**Directions**
Filter the data for "readonly" and copy matching lines.
>>>
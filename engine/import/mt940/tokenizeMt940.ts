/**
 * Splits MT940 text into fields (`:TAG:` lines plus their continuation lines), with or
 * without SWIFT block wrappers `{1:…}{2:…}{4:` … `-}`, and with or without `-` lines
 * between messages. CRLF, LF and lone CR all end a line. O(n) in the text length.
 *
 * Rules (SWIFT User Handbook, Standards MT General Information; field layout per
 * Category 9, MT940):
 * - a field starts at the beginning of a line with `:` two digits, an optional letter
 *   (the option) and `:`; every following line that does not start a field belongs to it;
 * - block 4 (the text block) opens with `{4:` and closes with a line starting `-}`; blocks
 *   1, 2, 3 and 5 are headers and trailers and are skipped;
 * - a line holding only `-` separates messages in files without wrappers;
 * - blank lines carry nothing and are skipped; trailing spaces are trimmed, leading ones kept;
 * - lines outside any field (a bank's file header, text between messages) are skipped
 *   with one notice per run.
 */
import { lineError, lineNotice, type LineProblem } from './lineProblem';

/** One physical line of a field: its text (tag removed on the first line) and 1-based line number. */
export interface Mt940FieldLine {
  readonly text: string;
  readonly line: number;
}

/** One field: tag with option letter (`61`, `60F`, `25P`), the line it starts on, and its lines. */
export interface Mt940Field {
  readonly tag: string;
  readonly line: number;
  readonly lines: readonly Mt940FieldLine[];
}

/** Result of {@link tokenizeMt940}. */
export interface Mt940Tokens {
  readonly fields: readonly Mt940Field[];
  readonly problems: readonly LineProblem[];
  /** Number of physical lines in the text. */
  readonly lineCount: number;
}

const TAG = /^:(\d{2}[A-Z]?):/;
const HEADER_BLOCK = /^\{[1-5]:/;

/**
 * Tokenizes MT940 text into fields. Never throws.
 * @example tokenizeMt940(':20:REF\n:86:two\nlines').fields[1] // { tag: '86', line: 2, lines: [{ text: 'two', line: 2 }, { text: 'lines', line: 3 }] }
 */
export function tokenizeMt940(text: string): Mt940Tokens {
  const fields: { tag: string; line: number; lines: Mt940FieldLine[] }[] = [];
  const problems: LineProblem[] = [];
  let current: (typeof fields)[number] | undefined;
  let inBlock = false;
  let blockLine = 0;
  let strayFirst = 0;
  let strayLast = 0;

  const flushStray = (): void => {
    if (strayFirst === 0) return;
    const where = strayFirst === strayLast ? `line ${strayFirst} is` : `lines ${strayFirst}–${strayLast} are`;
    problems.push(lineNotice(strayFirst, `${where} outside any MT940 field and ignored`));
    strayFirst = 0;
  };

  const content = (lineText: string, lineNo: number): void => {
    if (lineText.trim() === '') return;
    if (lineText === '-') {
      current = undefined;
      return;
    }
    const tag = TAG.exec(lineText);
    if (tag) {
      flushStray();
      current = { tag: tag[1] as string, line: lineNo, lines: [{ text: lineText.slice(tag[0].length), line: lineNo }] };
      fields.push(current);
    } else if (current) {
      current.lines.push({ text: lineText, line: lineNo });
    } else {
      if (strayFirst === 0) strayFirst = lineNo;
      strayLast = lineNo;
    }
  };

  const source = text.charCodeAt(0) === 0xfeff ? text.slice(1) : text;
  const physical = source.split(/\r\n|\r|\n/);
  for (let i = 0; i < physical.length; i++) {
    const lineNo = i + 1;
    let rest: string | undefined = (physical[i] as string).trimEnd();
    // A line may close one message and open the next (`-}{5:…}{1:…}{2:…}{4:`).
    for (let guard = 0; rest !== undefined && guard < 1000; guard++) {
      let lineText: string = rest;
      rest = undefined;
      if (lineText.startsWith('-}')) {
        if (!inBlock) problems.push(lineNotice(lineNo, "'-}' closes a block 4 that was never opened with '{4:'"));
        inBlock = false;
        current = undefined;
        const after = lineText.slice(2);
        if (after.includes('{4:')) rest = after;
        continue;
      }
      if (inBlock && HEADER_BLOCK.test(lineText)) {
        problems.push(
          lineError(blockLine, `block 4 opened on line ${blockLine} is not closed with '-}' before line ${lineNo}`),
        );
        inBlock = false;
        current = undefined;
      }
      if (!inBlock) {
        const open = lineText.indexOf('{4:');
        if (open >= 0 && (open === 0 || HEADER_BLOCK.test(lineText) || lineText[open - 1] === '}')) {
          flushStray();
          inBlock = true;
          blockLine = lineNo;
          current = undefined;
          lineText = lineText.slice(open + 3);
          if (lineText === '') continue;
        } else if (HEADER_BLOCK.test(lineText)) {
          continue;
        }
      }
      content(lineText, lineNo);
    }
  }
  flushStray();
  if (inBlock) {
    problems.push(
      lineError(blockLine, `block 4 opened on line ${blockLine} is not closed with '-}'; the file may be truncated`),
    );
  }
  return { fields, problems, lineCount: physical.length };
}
<<<
**Solution to this exercise**
  readonly text: string;
  readonly line: number;
  readonly tag: string;
  readonly line: number;
  readonly lines: readonly Mt940FieldLine[];
  readonly fields: readonly Mt940Field[];
  readonly problems: readonly LineProblem[];
  readonly lineCount: number;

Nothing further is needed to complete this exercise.